_EXERCISE INSTRUCTIONS_
A complete answer lists every line of the entries below where the string "code" appears.

Saved entries
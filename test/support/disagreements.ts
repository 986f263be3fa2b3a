/** Findings against expected ones made apart from this project. For tests. */

/** Values that are zero by theory are rounding noise on both sides: far below anything that can be measured or matters. */
const FLOOR: Record<string, number> = { kNm: 1e-9, kN: 1e-9, mm: 1e-9, rad: 1e-12, m: 1e-12 }

/** Where found does not agree with expected; lists are matched by the id of their entries. */
export function disagreements(found: unknown, expected: unknown, tolerance: number, path = ''): string[] {
  if (Array.isArray(expected))
    return expected.flatMap((item, i) => {
      const id = idOf(item)
      const own = id === undefined ? (found as unknown[])?.[i] : (found as unknown[])?.find((x) => idOf(x) === id)
      return disagreements(own, item, tolerance, `${path}[${id ?? i}]`)
    })
  if (typeof expected === 'object' && expected !== null)
    return Object.entries(expected).flatMap(([key, value]) =>
      disagreements((found as Record<string, unknown> | undefined)?.[key], value, tolerance, `${path}.${key}`),
    )
  if (typeof expected === 'number') {
    const floor = FLOOR[/_(kNm|kN|mm|rad|m)$/.exec(path)?.[1] ?? ''] ?? 1e-12
    const agrees =
      typeof found === 'number' && Math.abs(found - expected) <= Math.max(tolerance * Math.abs(expected), floor)
    return agrees ? [] : [`${path}: expected ${expected}, found ${String(found)}`]
  }
  return found === expected ? [] : [`${path}: expected ${String(expected)}, found ${String(found)}`]
}

function idOf(item: unknown): string | undefined {
  if (typeof item !== 'object' || item === null) return undefined
  const it = item as Record<string, string>
  if (it.from !== undefined) return `${it.from}-${it.to}`
  return it.id ?? it.point ?? it.support ?? it.member ?? it.node
}
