/** The built command line as a child process, in a folder of its own. */
import { spawnSync } from 'node:child_process'
import { mkdtempSync, rmSync } from 'node:fs'
import { tmpdir } from 'node:os'
import { join } from 'node:path'

const CLI = join(import.meta.dirname, '..', '..', 'dist', 'cli.js')

export interface Ran {
  code: number | null
  out: string
  error: string
}

export interface Bench {
  folder: string
  path(name: string): string
  run(...words: string[]): Ran
  remove(): void
}

export function openBench(): Bench {
  const folder = mkdtempSync(join(tmpdir(), 'levelstead-cli-'))
  return {
    folder,
    path: (name) => join(folder, name),
    run(...words) {
      const { status, stdout, stderr } = spawnSync(process.execPath, [CLI, ...words], {
        cwd: folder,
        encoding: 'utf8',
        maxBuffer: 256 * 1024 * 1024,
      })
      return { code: status, out: stdout, error: stderr }
    },
    remove: () => rmSync(folder, { recursive: true, force: true }),
  }
}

_SOLUTION_
  code: number | null
      return { code: status, out: stdout, error: stderr }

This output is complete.